Abe has benefited by showing toughness toward North Korea, particularly on the abduction issue. To some extent, Abe has been kidnapped by the abduction issue as any failure on this issue in a North Korea-Japan summit would undoubtedly undermine his political credibility despite the attractiveness of a distraction from his domestic scandals. The Moritomo Gakuen scandal has cost Abe's approval rating around 6 percent since February, but it remains at a solid 42 percent.

Second, Japan has almost squandered its leverage with North Korea. Despite his initially successful North Korea visit, Koizumi finally decided to follow the American line of making denuclearization a precondition for negotiations on Japan-North Korea diplomatic relations. Since 2009, Japan has followed the US in imposing individual economic sanctions on North Korea outside of the United Nations Security Council multilateral economic sanctions. Consequently, the significance of North Korea-Japan economic ties has shrunk. Japan has lost its economic leverage and personnel channels with Pyongyang.

Since 2004, North Korea has largely shunned direct talks with Japan. Japanese policy toward North Korea also reached a stalemate symbolized by a one-sided pressure approach with no progress on the abduction issue. In other words, Japan has not developed a coherent North Korea policy and might be seen as strategically irrelevant by North Korea. After North Korea indicated its willingness to participate in the 2020 Tokyo Olympics, Japan became automatically involved in the ensuing diplomatic game but as a relatively unimportant actor.

Third, Japan is suffering inharmonious relations with China and South Korea, which limits its potential role as a facilitator for a diplomatic breakthrough on the peninsula. Despite the recent encouraging signs of improving Sino-Japanese ties, the fundamentals of this relationship are far from solid due to the uncertainties over maritime territorial disputes, the Taiwan question and historic problems. Japan-South Korea relations are still troubled by the "comfort women" issue, which Japan regards as in complete closure but South Korea views as unresolved.

The only way left for Japan now is to justify its previous policy logic of maximum pressure and a strengthening US-Japan alliance. Abe is going for a meeting with US President Donald Trump soon and North Korea will be a central topic. Any substantial Japanese policy change would be possible only after the US-North Korea summit in May.

Japan is hailing the recent détente between the two Koreas and the US and North Korea as the result of a maximum pressure approach. But the metric for measuring that linkage is unclear. The Japanese policy plan is based on the assumption that maximum pressure approach will force North Korea to negotiate on the precondition of unilateral denuclearization. This is wishful thinking rather than a sophisticated policy for realizing the ultimate goal of a soft landing for North Korea nuclear issue.

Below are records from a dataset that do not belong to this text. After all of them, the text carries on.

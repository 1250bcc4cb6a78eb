// The operating-case editor, called as the server calls it: a viewer reads, an editor adds,
// changes and removes cases and sets the growth, each a new revision; bad fields come back with
// a sentence each and nothing is stored; a stale page is refused. A stored case is then studied
// exactly like the same change made by hand to the network (plain solve, no study involved).
import { beforeAll, describe, expect, it } from "vitest";
import { getDb } from "#app/lib/db.server.ts";
import { currentDocument } from "#app/lib/networks.server.ts";
import { action as casesAction, loader as casesLoader } from "#app/routes/networks/cases.tsx";
import { solveNetwork } from "#solver/index.ts";
import { runStudySync } from "#solver/study/index.ts";
import type { Network, NetworkInput } from "#solver/schema.ts";
import { call, formRequest, getRequest } from "../harness.ts";
import { demoDocument, freshWorld, makePeople, type People, type World } from "../reviewWorld.ts";

let people: People;
let world: World;

beforeAll(async () => {
  people = await makePeople("Cases page");
  world = await freshWorld(people, "Cases page");
});

const params = () => ({ networkId: String(world.networkId) });
const page = (query = "", cookie = people.cookies.editor) => call(casesLoader, getRequest(`/networks/${world.networkId}/cases${query}`, cookie), params());
const post = (fields: Record<string, string>, cookie = people.cookies.editor) =>
  call(casesAction, formRequest(`/networks/${world.networkId}/cases`, fields, { cookie, headers: { Origin: "http://kilostep.test" } }), params());

async function stored(): Promise<{ revision: number; document: Network }> {
  const db = await getDb();
  const network = await db.selectFrom("networks").selectAll().where("id", "=", world.networkId).executeTakeFirstOrThrow();
  return { revision: network.current_revision, document: (await currentDocument(db, network)).document as Network };
}

describe("the operating-case editor", () => {
  it("shows a viewer the demo's three cases and no form", async () => {
    const outcome = await page("?case=new", people.cookies.viewer);
    expect(outcome.status).toBe(200);
    expect(outcome.body.cases.map((c: { name: string }) => c.name)).toEqual(["Winter peak", "Summer light load, capacitor in", "Town feeder out, mine at peak"]);
    expect(outcome.body).toMatchObject({ canEdit: false, editing: null });
  });

  it("refuses a viewer's change (403) and an outsider's (404), storing nothing", async () => {
    const before = (await stored()).revision;
    expect((await post({ intent: "delete", caseId: "winter-peak", revision: String(before) }, people.cookies.viewer)).status).toBe(403);
    expect((await post({ intent: "delete", caseId: "winter-peak", revision: String(before) }, people.cookies.outsider)).status).toBe(404);
    expect((await stored()).revision).toBe(before);
  });

  it("adds a case as a new revision, and the study solves it as the same change made by hand", async () => {
    const { revision } = await stored();
    const outcome = await post({
      intent: "save",
      revision: String(revision),
      originalId: "",
      id: "",
      name: "Mine alone at night",
      hoursPerYear: "0",
      loadScale: "0.3",
      "load.ld-mine": "0.8",
      "source.g-tarn.mode": "set",
      "source.g-tarn.voltagePu": "1.02",
      out: "c-calder",
    });
    expect(outcome.status).toBe(302);
    expect(outcome.headers.get("Location")).toMatch(/cases\?done=/);
    const after = await stored();
    expect(after.revision).toBe(revision + 1);
    const added = after.document.cases!.at(-1)!;
    expect(added).toEqual({
      id: "mine-alone-at-night",
      name: "Mine alone at night",
      hoursPerYear: 0,
      loadScale: 0.3,
      loads: { "ld-mine": 0.8 },
      sources: { "g-tarn": { voltagePu: 1.02 } },
      outOfService: ["c-calder"],
    });

    // By hand: mine at 0.8 of drawn, town at 0.3, the machine at 1.02 pu, the capacitor gone.
    const byHand = demoDocument() as unknown as NetworkInput;
    const { cases: _c, growth: _g, ...plain } = byHand;
    const scaled = {
      ...plain,
      loads: byHand.loads!.map((l) => ({ ...l, pMW: l.pMW * (l.id === "ld-mine" ? 0.8 : 0.3), qMvar: l.qMvar! * (l.id === "ld-mine" ? 0.8 : 0.3) })),
      sources: byHand.sources!.map((s) => ({ ...s, voltagePu: 1.02 })),
      shunts: [],
    };
    const plainSolve = solveNetwork(scaled);
    const studied = runStudySync(after.document);
    if (!plainSolve.ok) throw new Error(plainSolve.issues.map((i) => `${i.path}: ${i.message}`).join("; "));
    if (!studied.ok) throw new Error(studied.issues.map((i) => `${i.path}: ${i.message}`).join("; "));
    const studiedCase = studied.study.cases.find((c) => c.id === "mine-alone-at-night")!;
    expect(studiedCase.loadFlow.buses.map((b) => b.vPu)).toEqual(plainSolve.result.loadFlow.buses.map((b) => b.vPu));
  });

  it("changes a case in place and keeps the others in order", async () => {
    const { revision } = await stored();
    const edit = await page("?case=summer-light");
    expect(edit.body.editing).toMatchObject({ originalId: "summer-light", loadScale: "0.5", sources: { "g-tarn": { mode: "set", voltagePu: "0.97" } } });
    const outcome = await post({
      intent: "save",
      revision: String(revision),
      originalId: "summer-light",
      id: "summer-light",
      name: "Summer light load, capacitor in",
      hoursPerYear: "6000",
      loadScale: "0.45",
      "source.g-tarn.mode": "drawn",
    });
    expect(outcome.status).toBe(302);
    const after = await stored();
    expect(after.document.cases!.map((c) => c.id)).toEqual(["winter-peak", "summer-light", "town-feeder-out", "mine-alone-at-night"]);
    expect(after.document.cases![1]).toEqual({ id: "summer-light", name: "Summer light load, capacitor in", hoursPerYear: 6000, loadScale: 0.45 });
  });

  it("names each bad field and stores nothing", async () => {
    const { revision } = await stored();
    const outcome = await post({
      intent: "save",
      revision: String(revision),
      originalId: "",
      name: "Winter peak",
      hoursPerYear: "9000",
      loadScale: "lots",
      "load.ld-town": "-1",
      "source.g-tarn.mode": "set",
    });
    expect(outcome.status).toBe(400);
    expect(outcome.body.errors).toMatchObject({
      id: expect.stringMatching(/already has the id “winter-peak”/),
      hoursPerYear: expect.stringMatching(/between 0 and 8784/),
      loadScale: expect.stringMatching(/“lots” is not a number/),
      "load.ld-town": expect.stringMatching(/between 0 and 100/),
      "source.g-tarn.mode": expect.stringMatching(/no value is given/),
    });
    expect(outcome.body.fields.name).toBe("Winter peak");
    expect((await stored()).revision).toBe(revision);
  });

  it("refuses hours that, with the other cases', pass a year", async () => {
    const { revision } = await stored();
    // The demo's other cases hold 2200 h and now 6000 h: 8200 h, so 600 h more is too many.
    const outcome = await post({ intent: "save", revision: String(revision), originalId: "", name: "Spring", hoursPerYear: "600", loadScale: "0.7" });
    expect(outcome.status).toBe(400);
    expect(outcome.body.errors.hoursPerYear).toMatch(/at most 584 h here/);
  });

  it("refuses a page opened before someone else saved (409)", async () => {
    const { revision } = await stored();
    const outcome = await post({ intent: "delete", caseId: "winter-peak", revision: String(revision - 1) });
    expect(outcome.status).toBe(409);
    expect(outcome.body.message).toMatch(/Nothing was saved/);
    expect((await stored()).revision).toBe(revision);
  });

  it("removes a case, and sets and removes the growth", async () => {
    let { revision } = await stored();
    expect((await post({ intent: "delete", caseId: "mine-alone-at-night", revision: String(revision) })).status).toBe(302);
    expect((await stored()).document.cases!.map((c) => c.id)).toEqual(["winter-peak", "summer-light", "town-feeder-out"]);
    revision++;
    expect((await post({ intent: "growth", revision: String(revision), ratePctPerYear: "3.5", years: "15" })).status).toBe(302);
    expect((await stored()).document.growth).toEqual({ ratePctPerYear: 3.5, years: 15 });
    revision++;
    const bad = await post({ intent: "growth", revision: String(revision), ratePctPerYear: "3", years: "2.5" });
    expect(bad.status).toBe(400);
    expect(bad.body.errors.years).toMatch(/whole number of years/);
    expect((await post({ intent: "growth", revision: String(revision), ratePctPerYear: "", years: "" })).status).toBe(302);
    expect((await stored()).document.growth).toBeUndefined();
    expect((await post({ intent: "delete", caseId: "no-such-case", revision: String(revision + 1) })).status).toBe(404);
    expect((await post({ intent: "explode", revision: String(revision + 1) })).status).toBe(400);
  });
});
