import { readFileSync } from "node:fs";
import { describe, expect, it } from "vitest";
import { validateNetwork, type Network } from "#solver/schema.ts";
import { checkField, fieldsFor } from "#app/components/sheet/elementFields.ts";
import { perUnitNotes } from "#app/components/sheet/perUnitNotes.ts";

function demo(): Network {
  const parsed = validateNetwork(JSON.parse(readFileSync("tests/fixtures/tarn-head-calder-flats.json", "utf8")));
  if (!parsed.ok) throw new Error("demo network does not validate");
  return parsed.network;
}

describe("per-unit notes beside impedances (Z_base = kV²/MVA)", () => {
  // A hand-made chain, so that the expected values are worked here and not read from a fixture.
  const doc: Network = {
    format: "kilostep.network", version: 1, name: "Hand check", frequencyHz: 50, baseMVA: 100,
    buses: [
      { id: "b11", name: "Plant 11 kV", nominalKV: 11, vMinPu: 0.95, vMaxPu: 1.05 },
      { id: "b66", name: "Plant 66 kV", nominalKV: 66, vMinPu: 0.95, vMaxPu: 1.05 },
      { id: "r66", name: "Remote 66 kV", nominalKV: 66, vMinPu: 0.95, vMaxPu: 1.05 },
    ],
    sources: [
      { id: "g", name: "Unit", bus: "b11", kind: "generator", control: "slack", voltagePu: 1, angleDeg: 0, pMW: 0, qMvar: 0, ratedMVA: 24, ratedKV: 11, xdSubtransientPct: 17 },
    ],
    transformers: [
      { id: "t", name: "Step-up", hvBus: "b66", lvBus: "b11", ratedMVA: 25, hvKV: 66, lvKV: 11, impedancePct: 8.5, loadLossKW: 118, tapPct: 0, vectorGroup: "YNd11" },
    ],
    lines: [{ id: "l", name: "Link", fromBus: "b66", toBus: "r66", kind: "overhead", lengthKm: 48, rOhmPerKm: 0.158, xOhmPerKm: 0.382 }],
    loads: [],
    shunts: [],
  };
  const s = (v: number) => Number(v.toPrecision(4));

  it("gives a line's impedance in ohms and per unit", () => {
    // 0.158 × 48 = 7.584 Ω, 0.382 × 48 = 18.336 Ω; Z_base = 66²/100 = 43.56 Ω
    expect(perUnitNotes("line", doc.lines[0], doc)).toEqual([
      "Z = 7.584 + j18.34 Ω over 48 km",
      "z = 0.1741 + j0.4209 pu on 100 MVA, 66 kV",
    ]);
  });

  it("gives a transformer's impedance on its own rating and on the system base", () => {
    // r = 118 kW / 25 MVA = 0.00472; x = √(0.085² − r²) = 0.08487; × 100/25 on the same 11 kV base
    const r = 118 / 25000;
    const x = Math.sqrt(0.085 ** 2 - r ** 2);
    expect(s(x)).toBe(0.08487);
    expect(perUnitNotes("transformer", doc.transformers[0], doc)).toEqual([
      `z = ${s(r)} + j${s(x)} pu on its own 25 MVA`,
      `z = ${s(4 * r)} + j${s(4 * x)} pu on 100 MVA`,
    ]);
  });

  it("gives a generator's subtransient reactance on the system base", () => {
    // 17 % on 24 MVA → 0.17 × 100/24 = 0.7083
    expect(perUnitNotes("source", doc.sources[0], doc)).toEqual(["x″d = 0.7083 pu on 100 MVA"]);
  });

  it("gives a grid infeed's impedance with the IEC 60909-0 voltage factor", () => {
    const grid = { id: "q", name: "Grid", bus: "b66", kind: "grid" as const, control: "slack" as const, voltagePu: 1, angleDeg: 0, pMW: 0, qMvar: 0, shortCircuitMVA: 2000 };
    // c = 1.1 above 1 kV; Z_Q = 1.1 × 66² / 2000 = 2.3958 Ω; in pu 1.1 × 100/2000 = 0.055
    expect(perUnitNotes("source", grid, doc)).toEqual(["Z_Q = c·U²/S″kQ = 2.396 Ω = 0.055 pu on 100 MVA (c = 1.1)"]);
  });
});

describe("Details field checks use the element schemas", () => {
  const doc = demo();
  const t = doc.transformers[0];
  it("accepts a valid value and refuses one the schema refuses, in words", () => {
    const ok = checkField("transformer", t, "impedancePct", 10);
    expect(ok.ok && (ok.element as typeof t).impedancePct).toBe(10);
    expect(checkField("transformer", t, "ratedMVA", 0)).toEqual({ ok: false, message: "must be 0.0001 or more" });
    const group = checkField("transformer", t, "vectorGroup", "XY7");
    expect(group.ok).toBe(false);
    if (!group.ok) expect(group.message).toMatch(/vector group/);
  });

  it("clears an optional field and refuses to clear a required one", () => {
    const cleared = checkField("transformer", t, "noLoadLossKW", undefined);
    expect(cleared.ok && "noLoadLossKW" in cleared.element).toBe(false);
    expect(checkField("transformer", t, "hvKV", undefined)).toEqual({ ok: false, message: "is required" });
  });

  it("does not block a field on a terminal that is not connected yet", () => {
    const loose = { ...doc.loads[0], bus: "" };
    expect(checkField("load", loose, "pMW", 3).ok).toBe(true);
  });

  it("shows the fields a source's kind and control need", () => {
    const keys = (s: Parameters<typeof fieldsFor>[1]) => fieldsFor("source", s).map((f) => f.key);
    expect(keys(doc.sources[0])).toContain("xdSubtransientPct");
    expect(keys(doc.sources[0])).not.toContain("pMW");
    expect(keys({ ...doc.sources[0], control: "pq", kind: "grid" })).toEqual(
      expect.arrayContaining(["pMW", "qMvar", "shortCircuitMVA"]),
    );
  });
});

In 1990, Shin Kanemaru, a veteran Liberal Democratic Party politician visited North Korea and met Kim Il-sung. His delegation issued a joint statement with the Workers' Party of North Korea, which declared Japan's obligation of compensation for its colonization of North Korea and called for normalization of ties. This seemingly bold but personally initiated diplomatic attempt went nowhere mainly due to the lack of a solid political consensus in the government. After the Cold War, the North Korean policy debate in Japan was mainly constrained within the US non-proliferation framework, which viewed North Korea as a rogue state.

In the past decade, Japanese strategic thinking on the Korean Peninsula has stalled, simply concentrating on economic sanctions and missile defense systems. It is time for Japan to adjust its approach and coordinate with other major parties than the US. The adjustment of Japanese relations with its East Asian neighbors needs to proceed based on a long-term vision rather than a short-term response toward the recent dramatic developments of the Korean Peninsula.

The author is associate professor of National Niigata University Japan and senior fellow, Institute of Advanced Area Studies and Global Governance, Beijing Foreign Studies University, China.